When they returned to the motel, Sarah worried she had betrayed her dead
mother. She tried to remember the bad things her father did. She tried to
summon anger.

It wouldn't come. This was forgiveness, she realized, and it was a gift.

"I knew my mother and God were saying, `We don't want you to feel this
way.'"

Father admits mistakes

When they returned to prison the next day, their father attempted to
explain his crime. He told them he felt he was losing his children, losing
everything.Not until the 2nd before he attacked, he said, did he imagine
he was going to hurt their mother.

All my ways were wrong, he told his children. I admit that.

I love your mother, he said. I thank her for bringing my 4 children into
this world.

His daughters cried when it was time for him to go. But Elias beamed.
These are my kids, he told the guards. I'm the happiest man in the world.

Since their visit, Elias has received letters from his children. Janet,
only 8 when he killed her mother, is his most prolific correspondent.
"Now," she says, "I have the father I've always wanted."

This month, the four siblings visited him again. As they become
reacquainted, they recognize the traits they share with their father.
John, 25, and Sarah, 27, have his sense of humor. Janet, 23, got his
aptitude for math.

They love hearing his memories of their mother -- memories they had
forgotten. And they marvel at how he has changed. The Arab man who once
believed women should be married by 18 shocked Rose, now 28, when he told
her not to rush into marriage, not to settle.

Fighting another death

Of 176 people on North Carolina's death row, Elias Syriani, 67, is the
third oldest. Only 8 inmates have been there longer.

His case has been appealed to the U.S. Supreme Court. Syriani deserves a
new sentencing hearing, his lawyers argue, because his trial lawyer didn't
hire a mental health expert to examine him and present mitigating
evidence. A competent defense, they say, would have kept him off death
row.

The Supreme Court will likely decide in October whether to hear Syriani's
case. Chances are remote, experts say. If the court declines, his
execution would be set for this year. His lawyers would file a petition
for clemency with Gov. Mike Easley.

This month, Rose, Sarah, John and Janet came to Charlotte to tell their
story at a conference on helping children of domestic violence.
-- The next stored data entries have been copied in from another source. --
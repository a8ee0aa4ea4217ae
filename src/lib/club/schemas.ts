import { z } from "zod";
import { ROLES } from "../roles";

export const claimInputSchema = z
  .object({
    name: z.string().trim().min(1, "Give the claim a name.").max(120, "At most 120 characters."),
    kind: z.enum(["placer", "lode"], { error: "Choose placer or lode." }),
    agencyRef: z.string().trim().max(120, "At most 120 characters.").nullable().default(null),
    rules: z.string().max(8000, "At most 8000 characters.").default(""),
    active: z.boolean().default(true),
    /** GeoJSON, checked by readBoundary; or null to clear. */
    boundary: z.unknown().optional(),
    /** Corners as "latitude, longitude" lines, an alternative to `boundary`. */
    corners: z.string().max(20_000).optional(),
  })
  .strict();

export const reviewInputSchema = z
  .object({
    action: z.enum(["verify", "query", "note"], { error: "Choose verify, query or note." }),
    note: z.string().trim().max(2000, "At most 2000 characters.").default(""),
  })
  .strict()
  .refine((r) => r.action === "verify" || r.note.length > 0, { message: "Say what the member should look at.", path: ["note"] });

export const priceInputSchema = z
  .object({
    effectiveOn: z.string().regex(/^\d{4}-\d{2}-\d{2}$/, "Use YYYY-MM-DD."),
    pricePerTroyOunce: z.number({ error: "Enter the price as a number." }).positive("The price must be above zero.").max(1_000_000, "That price is implausible."),
    currency: z.string().regex(/^[A-Z]{3}$/, "Use a three-letter currency code, like USD."),
  })
  .strict();

export const invitationInputSchema = z.object({ email: z.email("Enter an e-mail address.").max(254), role: z.enum(ROLES).default("member") }).strict();

export const memberChangeSchema = z
  .object({ role: z.enum(ROLES).optional(), active: z.boolean().optional() })
  .strict()
  .refine((c) => c.role !== undefined || c.active !== undefined, "Change the role or the status.");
Rose now works at a Chicago marketing firm. Janet is an accounting
student. They live near Chicago, sharing a house with John, who sells
cars. Sarah lives outside San Francisco. She married in February and
starts cosmetology school this summer.

At the conference, they talked of forgiveness, and how it has allowed them
to heal. They talked about how Teresa Syriani would have wanted this.

They explained why they want the state to spare their father's life, and
what they would say if they could speak to Gov. Easley.

"If this execution is carried out, we'll have 2 parents murdered," Rose
told the audience.

Sarah wiped a tear from her eye. "We've suffered enough," she said.